Sunday, March 01, 2009

Girlfriend


The following day, in Kem Chiks little supermarket in South Jakarta, a place where foreigners can buy everything from imported avocados to imported zit cream, I bumped into an amiable expat acquaintance called Tom. In appearance, Tom looked a little like Groucho Marks. We decided to have coffees and Danish pastries in the upstairs cafe.

I told Tom about the skinny children I had seen in Cengkareng.

"Probably got worms," said Tom, with a trace of a Manchester accent. "Almost everyone’s got them."

"Not very healthy," I said, while noting bachelor Tom’s pallid complexion and bald patch.

"You know places like Malaysia and the Philippines spend about five times as much on health as Indonesia does," said Tom, who had trained as an accountant and had a head for figures.

"But I have to say the people in Cengkareng looked a happy bunch."

"It’s the communal thing," said Tom. "They’ve all got lots of friends. Not like in Britain."

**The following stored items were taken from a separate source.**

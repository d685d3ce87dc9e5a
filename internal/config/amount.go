package config

import (
	"strings"

	"github.com/invopop/jsonschema"
	"go.yaml.in/yaml/v4"
)

// Amount is a property of the reactor per area of the powered electrode, or in total, which the
// area of the powered electrode turns into the other. The zero value is "not given".
type Amount struct {
	// Value in SI units, per m2 or in total.
	Value float64
	// Total says that it is not per area.
	Total bool
}

// Given tells whether there is a value.
func (a Amount) Given() bool { return a.Value != 0 }

// PerArea returns the amount per area [... /m2] of a powered electrode with the area [m2].
func (a Amount) PerArea(area float64) float64 {
	if a.Total && a.Value != 0 {
		return a.Value / area
	}
	return a.Value
}

// TimesArea returns, for what becomes less with the area (a resistance), its value for 1 m2
// [... m2].
func (a Amount) TimesArea(area float64) float64 {
	if a.Total && a.Value != 0 {
		return a.Value * area
	}
	return a.Value
}

// amount is an Amount with a unit that tells which of the two it is.
type amount struct {
	dst        *Amount
	per, total dimension
	low, high  string // limits, in both cases as numbers in the first unit; low is excluded
}

// both is a dimension with the units of either kind, for messages.
func (v amount) both() dimension {
	return dimension{v.total.name, v.per.example, append(append([]unit(nil), v.per.units...),
		v.total.units...)}
}

func (v amount) wanted() string { return v.both().wanted() }

func (v amount) decode(d *decoder, n *yaml.Node, path string) {
	text, ok := d.scalar(v, n, path)
	if !ok {
		return
	}
	f, bad := v.both().parse(text)
	if bad != nil {
		d.fail(n, path, found(n), bad.want, bad.hint)
		return
	}
	_, rest := splitNumber(text)
	_, total := v.total.find(strings.TrimLeft(rest, gapChars))
	of := v.per
	if total {
		of = v.total
	}
	low, high := v.low+" "+of.units[0].name, v.high+" "+of.units[0].name
	q := quantity{dim: of, low: low, high: high, above: true}
	if f <= q.bound(low) || f > q.bound(high) {
		d.fail(n, path, found(n), q.limits(), "")
		return
	}
	*v.dst = Amount{f, total}
}

func (v amount) encode() *yaml.Node {
	if !v.dst.Given() {
		return nil
	}
	of := v.per
	if v.dst.Total {
		of = v.total
	}
	return scalarNode("!!str", of.format(v.dst.Value))
}

func (v amount) schema() *jsonschema.Schema {
	return quantity{dim: v.both(), low: v.low, high: v.high}.schema()
}
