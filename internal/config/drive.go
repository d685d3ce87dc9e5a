package config

import (
	"fmt"
	"math"
	"math/big"
	"strconv"

	"go.yaml.in/yaml/v4"
)

// The shapes of Series.
const (
	Asymmetric   = "asymmetric"
	Peaks        = "peaks"
	Valleys      = "valleys"
	SawtoothUp   = "sawtooth_up"
	SawtoothDown = "sawtooth_down"
)

// Series is a named family of tones: the fundamental and its multiples.
type Series struct {
	// Shape is one of the constants above.
	Shape string
	// Frequency of the fundamental [Hz].
	Frequency float64
	// Harmonics is the number of tones, 0 for the default.
	Harmonics int
	// Amplitude is the sum of the tones' amplitudes [V]; 0 if a target finds it.
	Amplitude float64
	// Phase is that of the fundamental in an asymmetric series [rad].
	Phase float64
}

// Pulse is the switching of a pulsed drive.
type Pulse struct {
	// Rate of the pulses [Hz].
	Rate float64
	// Duty is the part of the time in which the tones are on.
	Duty float64
}

// periods is how many periods of a frequency [Hz] make a pulse.
func (p *Pulse) periods(frequency float64) int {
	return max(1, int(math.Round(frequency/p.Rate)))
}

const (
	defaultHarmonics = 4
	defaultRatio     = 1
)

// expand returns the tones. With N of them and k = 1..N, amplitudes as parts of the sum:
//
//	asymmetric     1/2 cos(wt + phase) + 1/2 cos(2wt)
//	peaks          2 (N-k+1)/(N (N+1)) cos(k w t)
//	valleys        the same, turned upside down
//	sawtooth_up    1/k sin(k w t), upside down and scaled: the voltage rises slowly and falls fast
//	sawtooth_down  1/k sin(k w t), scaled: it falls slowly and rises fast
//
// Refs: B. G. Heil, U. Czarnetzki, R. P. Brinkmann and T. Mussenbrock, J. Phys. D 41, 165202
// (2008), asymmetric; J. Schulze, E. Schuengel, Z. Donko and U. Czarnetzki, Plasma Sources Sci.
// Technol. 20, 015017 (2011), peaks and valleys; B. Bruneau, T. Novikova, T. Lafleur, J. P. Booth
// and E. V. Johnson, Plasma Sources Sci. Technol. 23, 065010 (2014), sawtooth (formulas from
// memory).
func (s *Series) expand() []Tone {
	const quarter = 1.5707963267948966 // pi/2
	n := s.Harmonics
	if n == 0 {
		n = defaultHarmonics
	}
	if s.Shape == Asymmetric {
		n = 2
	}
	parts, sum := make([]float64, n), 0.0
	tones := make([]Tone, n)
	for i := range tones {
		k := float64(i + 1)
		tones[i].Frequency = multiple(s.Frequency, i+1)
		parts[i] = 1 / k
		switch s.Shape {
		case Asymmetric:
			parts[i] = 1
		case Peaks, Valleys:
			parts[i] = float64(n - i)
		case SawtoothUp:
			tones[i].Phase = quarter
		case SawtoothDown:
			tones[i].Phase = -quarter
		}
		if s.Shape == Valleys {
			tones[i].Phase = 2 * quarter
		}
		sum += parts[i]
	}
	if s.Shape == Asymmetric {
		tones[0].Phase = s.Phase
	}
	for i := range tones {
		if s.Amplitude > 0 {
			tones[i].Amplitude = s.Amplitude * parts[i] / sum
		} else {
			tones[i].Ratio = parts[i] / parts[0]
		}
	}
	return tones
}

// multiple is n times a frequency, to the last decimal that it is written with.
func multiple(frequency float64, n int) float64 {
	f, _ := new(big.Rat).Mul(asWritten(frequency), big.NewRat(int64(n), 1)).Float64()
	return f
}

// Expand turns a series into its tones.
func (d *Drive) Expand() {
	if d.Series != nil {
		d.Tones, d.Series = d.Series.expand(), nil
	}
}

// Targeted tells whether the voltage is to be found: by power, current or self-bias.
func (d *Drive) Targeted() bool {
	return d.Power.Given() || d.Current.Given() || d.SelfBias != 0
}

// CurrentDriven tells whether the tones are currents.
func (d *Drive) CurrentDriven() bool {
	return len(d.Tones) > 0 && d.Tones[0].Current > 0
}

// Limit returns the largest sum of amplitudes that a target may try [V].
func (d *Drive) Limit() float64 {
	if d.VoltageLimit > 0 {
		return d.VoltageLimit
	}
	return defaultVoltageLimit
}

// Shares returns the amplitudes of the tones as parts of their sum.
func (d *Drive) Shares() []float64 {
	list, sum := make([]float64, len(d.Tones)), 0.0
	for i, t := range d.Tones {
		switch {
		case t.Current > 0:
			list[i] = t.Current
		case d.Targeted() && t.Ratio == 0:
			list[i] = defaultRatio
		case d.Targeted():
			list[i] = t.Ratio
		default:
			list[i] = t.Amplitude
		}
		sum += list[i]
	}
	for i := range list {
		list[i] /= sum
	}
	return list
}

// at is a node that stands for the key of a path, or n if it was not given.
func (d *decoder) at(n *yaml.Node, key string) *yaml.Node {
	if p, ok := d.pos[key]; ok {
		return &yaml.Node{Line: p.line, Column: p.col}
	}
	return n
}

func (d *decoder) has(key string) bool {
	_, ok := d.pos[key]
	return ok
}

// checkWhole wants one waveform, and what finds its voltage.
func (d *Drive) checkWhole(dec *decoder, n *yaml.Node, path string) {
	given := ""
	for _, key := range []string{"tones", "series", "trace"} {
		if !dec.has(under(path, key)) {
			continue
		}
		if given != "" {
			dec.fail(dec.at(n, under(path, key)), under(path, key), "a second waveform beside "+given,
				"one of tones, series and trace", "")
			return
		}
		given = key
	}
	if given == "" {
		dec.fail(n, under(path, "tones"), "nothing", "a list of 1 to "+strconv.Itoa(maxTones)+
			" tones, or instead of it series or trace", "the key is required")
		return
	}
	before := len(dec.errs)
	d.checkTarget(dec, n, path)
	if len(dec.errs) == before {
		d.checkAmplitudes(dec, n, path)
	}
	if len(dec.errs) == before {
		d.checkCircuit(dec, n, path)
	}
	if len(dec.errs) == before && d.Pulse != nil {
		d.checkPulse(dec, n, path)
	}
	if len(dec.errs) == before && len(d.Tones) > 0 {
		tones := under(path, "tones")
		d.check(dec, dec.at(n, tones), tones)
	}
}

// checkPulse wants pulses of some periods, on and off for at least one.
func (d *Drive) checkPulse(dec *decoder, n *yaml.Node, path string) {
	f := d.fundamental()
	periods := f / d.Pulse.Rate
	on := d.Pulse.Duty * periods
	if periods < 3.5 || periods > maxPulse || on < 2 || periods-on < 1 {
		dec.fail(dec.at(n, under(path, "pulse")), under(path, "pulse"), fmt.Sprintf(
			"%.4g periods of %s a pulse, on for %.3g", periods, megahertz(f), on),
			fmt.Sprintf("4 to %d periods, on for 2 at least, off for 1 at least", maxPulse), "")
	}
}

// checkTarget wants one target at most, and no voltage beside it.
func (d *Drive) checkTarget(dec *decoder, n *yaml.Node, path string) {
	target := ""
	for _, key := range []string{"power", "current", "self_bias"} {
		if !dec.has(under(path, key)) {
			continue
		}
		if target != "" {
			dec.fail(dec.at(n, under(path, key)), under(path, key), "a second target beside "+target,
				"one of power, current and self_bias", "")
			return
		}
		target = key
	}
	if target == "" {
		if dec.has(under(path, "voltage_limit")) {
			dec.fail(dec.at(n, under(path, "voltage_limit")), under(path, "voltage_limit"),
				"a limit where nothing is sought", "power, current or self_bias beside it", "")
		}
		return
	}
	key := under(path, target)
	voltage := ""
	if d.Trace != nil {
		voltage = under(path, "trace")
	}
	for _, k := range append(toneKeys(d, path, "amplitude"), toneKeys(d, path, "current")...) {
		if dec.has(k) {
			voltage = k
		}
	}
	if dec.has(under(path, "series.amplitude")) {
		voltage = under(path, "series.amplitude")
	}
	if voltage != "" {
		dec.fail(dec.at(n, key), key, target+" and "+voltage, "one of them",
			target+" finds the voltage; tones may have a ratio")
		return
	}
	if target == "self_bias" && (!dec.has(under(path, "blocking_capacitor")) || d.SelfBias == 0) {
		dec.fail(dec.at(n, key), key, "a self-bias without blocking_capacitor, or of 0 V",
			"a blocking capacitor, across which a bias builds up", "")
	}
}

func toneKeys(d *Drive, path, key string) []string {
	var list []string
	for i := range d.Tones {
		list = append(list, under(under(path, "tones."+strconv.Itoa(i)), key))
	}
	return list
}

// checkAmplitudes wants every tone to have an amplitude, of one kind.
func (d *Drive) checkAmplitudes(dec *decoder, n *yaml.Node, path string) {
	if d.Targeted() {
		return
	}
	if d.Series != nil && d.Series.Amplitude == 0 {
		key := under(path, "series.amplitude")
		dec.fail(dec.at(n, under(path, "series")), key, "nothing", voltage().wanted(),
			"the key is required, unless a power, current or self_bias is given")
	}
	currents := toneKeys(d, path, "current")
	for i, key := range toneKeys(d, path, "amplitude") {
		at := under(path, "tones."+strconv.Itoa(i))
		has, current := dec.has(key), dec.has(currents[i])
		switch {
		case !has && !current:
			dec.fail(dec.at(n, at), key, "nothing", voltage().wanted(), "the key is required")
		case has && current, current != d.CurrentDriven():
			dec.fail(dec.at(n, at), at, "amplitude and current",
				"either the voltages or the currents of all tones", "")
		case d.Tones[i].Ratio > 0:
			dec.fail(dec.at(n, at), under(at, "ratio"), "a ratio beside an amplitude",
				"a ratio with power, current or self_bias alone", "")
		}
	}
}

// checkCircuit wants no part that cannot work.
func (d *Drive) checkCircuit(dec *decoder, n *yaml.Node, path string) {
	for _, key := range []string{"bias", "blocking_capacitor", "resistance", "inductance"} {
		k := under(path, key)
		if dec.has(k) && d.CurrentDriven() && !(key == "bias" && d.Bias == 0) {
			dec.fail(dec.at(n, k), k, key+" beside a given current",
				"tones with an amplitude", "a given current flows whatever is in series")
		}
	}
	k := under(path, "bias")
	if d.Bias != 0 && d.BlockingCapacitor.Given() {
		dec.fail(dec.at(n, k), k, "a bias behind a blocking capacitor", "one of them",
			"the capacitor takes any constant voltage")
	}
}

"You still like the life here?" I asked.

"In my next reincarnation I wouldn’t mind being in Bali."

"You believe in reincarnation?"

"Well it’s one of the more logical explanations of things," said Tom. "I want to find out a bit more about Islam."

"Your Moslem girl friend? What age is she?" I had first met Tom while having a drink with Fergus at the Hyatt Aryaduta Hotel. It was there that Tom had told his friend Fergus about this girl moving into his house.

"She’s now sixteen," said Tom very calmly. "She was a little younger when I first met her, but I didn’t sleep with her until her sixteenth birthday. She wants to marry me."

I was startled, but tried not to show it; I wanted to appear as an experienced man of the world.

"You’re forty something?" I asked. I looked again at Tom’s thinning hair.

"Yup. I don’t want marriage. It’s her idea. I thought about marriage but I don’t want all the complications, like becoming a Moslem and being married to her entire extended family."

"You look worried," I said.

"I am. She’s very determined about the marriage thing."

"What are her parents like?"

"Nice enough, but not exactly sophisticated. It’s her friends I don’t like. She used to work in a bar and I don’t like some of the people she worked with. Really tough people."